## Task description
For the word "found", find each line in the entries where it occurs and copy that line.

━━ Data section ━━

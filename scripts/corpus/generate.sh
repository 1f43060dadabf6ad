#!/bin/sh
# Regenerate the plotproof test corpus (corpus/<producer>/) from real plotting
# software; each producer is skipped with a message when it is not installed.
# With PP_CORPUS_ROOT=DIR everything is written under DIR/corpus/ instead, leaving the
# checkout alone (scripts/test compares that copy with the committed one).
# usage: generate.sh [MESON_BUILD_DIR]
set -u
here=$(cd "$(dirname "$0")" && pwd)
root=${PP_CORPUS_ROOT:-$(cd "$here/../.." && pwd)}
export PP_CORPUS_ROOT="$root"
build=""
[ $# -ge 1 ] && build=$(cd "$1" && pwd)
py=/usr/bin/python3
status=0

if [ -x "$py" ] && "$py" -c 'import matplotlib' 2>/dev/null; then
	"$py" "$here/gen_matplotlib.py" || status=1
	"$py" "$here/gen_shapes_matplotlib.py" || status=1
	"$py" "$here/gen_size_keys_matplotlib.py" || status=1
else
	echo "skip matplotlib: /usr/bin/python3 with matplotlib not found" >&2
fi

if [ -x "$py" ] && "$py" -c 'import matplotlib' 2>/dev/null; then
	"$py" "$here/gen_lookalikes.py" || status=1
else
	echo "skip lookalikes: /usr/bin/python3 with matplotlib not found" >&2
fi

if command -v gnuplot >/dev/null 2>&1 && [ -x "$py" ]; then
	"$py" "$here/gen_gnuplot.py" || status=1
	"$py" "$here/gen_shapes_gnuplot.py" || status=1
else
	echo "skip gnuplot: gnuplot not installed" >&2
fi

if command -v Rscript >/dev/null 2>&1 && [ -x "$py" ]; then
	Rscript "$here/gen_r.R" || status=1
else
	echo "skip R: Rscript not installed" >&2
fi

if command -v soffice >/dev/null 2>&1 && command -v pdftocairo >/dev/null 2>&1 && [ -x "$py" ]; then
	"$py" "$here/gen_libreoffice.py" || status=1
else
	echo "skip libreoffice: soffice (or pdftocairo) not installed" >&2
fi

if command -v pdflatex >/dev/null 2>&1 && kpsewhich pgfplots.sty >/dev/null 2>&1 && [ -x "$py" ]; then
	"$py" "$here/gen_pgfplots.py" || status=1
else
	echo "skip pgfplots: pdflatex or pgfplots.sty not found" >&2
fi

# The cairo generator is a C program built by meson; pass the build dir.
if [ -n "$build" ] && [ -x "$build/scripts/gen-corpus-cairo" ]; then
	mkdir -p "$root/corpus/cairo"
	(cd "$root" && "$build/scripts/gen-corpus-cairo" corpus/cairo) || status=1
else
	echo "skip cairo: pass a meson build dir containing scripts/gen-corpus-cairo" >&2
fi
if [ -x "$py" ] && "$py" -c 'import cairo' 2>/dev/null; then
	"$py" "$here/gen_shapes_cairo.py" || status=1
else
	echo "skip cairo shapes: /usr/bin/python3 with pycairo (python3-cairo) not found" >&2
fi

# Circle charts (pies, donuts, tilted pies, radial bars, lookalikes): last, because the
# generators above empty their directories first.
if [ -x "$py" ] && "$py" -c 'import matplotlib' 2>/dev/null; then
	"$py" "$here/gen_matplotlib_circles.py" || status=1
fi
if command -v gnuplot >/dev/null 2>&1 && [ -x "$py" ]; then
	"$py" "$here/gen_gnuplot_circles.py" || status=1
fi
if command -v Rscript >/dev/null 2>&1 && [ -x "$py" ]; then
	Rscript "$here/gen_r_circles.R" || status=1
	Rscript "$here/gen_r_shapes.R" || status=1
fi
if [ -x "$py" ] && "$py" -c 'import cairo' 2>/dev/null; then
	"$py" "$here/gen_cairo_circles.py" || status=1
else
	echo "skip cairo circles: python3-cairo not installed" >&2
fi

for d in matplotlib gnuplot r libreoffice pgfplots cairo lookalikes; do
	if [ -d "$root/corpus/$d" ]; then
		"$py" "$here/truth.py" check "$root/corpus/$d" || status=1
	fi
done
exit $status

━━━

## Answer below
	echo "skip matplotlib: /usr/bin/python3 with matplotlib not found" >&2
	echo "skip lookalikes: /usr/bin/python3 with matplotlib not found" >&2
	echo "skip pgfplots: pdflatex or pgfplots.sty not found" >&2
	echo "skip cairo shapes: /usr/bin/python3 with pycairo (python3-cairo) not found" >&2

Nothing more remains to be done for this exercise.